Auf, nicht in!

„Wo in Kappeln wohnst du denn?“
„Im Betteltalweg.“
„Ach so, auf Dothmark.“
„Häh? Dothmark? Nö, im Betteltalweg.“
„Na, sag ich doch; auf Dothmark!“
So neulich passiert und das ist einfach herrlich norddeutsch. AUF Dothmark, nicht in dem Ortsteil. Wieder was dazu gelernt.
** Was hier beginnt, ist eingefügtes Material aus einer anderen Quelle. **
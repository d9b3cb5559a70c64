import type { QueryClient } from '@tanstack/react-query';
import type { LoaderFunctionArgs, RouteObject } from 'react-router';
import { requireRole } from '../../app/guards';

/** The plant manager's design rules (`/design-rules`), loaded when opened. */
export function designRulesRoutes(queryClient: QueryClient): RouteObject[] {
  return [
    {
      path: 'design-rules',
      loader: async ({ request }: LoaderFunctionArgs) => {
        await requireRole(queryClient, request, ['admin']);
        return null;
      },
      lazy: async () => ({
        Component: (await import('./components/DesignRulesPage')).DesignRulesPage,
      }),
    },
  ];
}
Ich wohne also auf Dothmark. Und wie ich so bin, wollte ich dann wissen, was Dothmark bedeutet. Ortsnamen haben schließlich immer einen Ursprung und so ist es auch bei Ortsteilen.
Ich konnte nichts finden. Ich kann es mir nur zusammenreimen. Doth ist altenglisch und was England mit Angeln zu tun hat, dürfte ohne Erklärung klar sein. Also … Doth = Tun, Machen. Mark = Begrenzung, Einfriedung, oder so. Das heißt nichts anderes, als „Abgrenzung, hinter der die Macher leben.“ Oder kurz: Macherland!
Hah! Hier bin ich goldrichtig.

Fürs Impressum also:
Jane Blond
Betteltalweg drölfundsiebzig
In … äh … auf 24376 Macherland

Noch Fragen?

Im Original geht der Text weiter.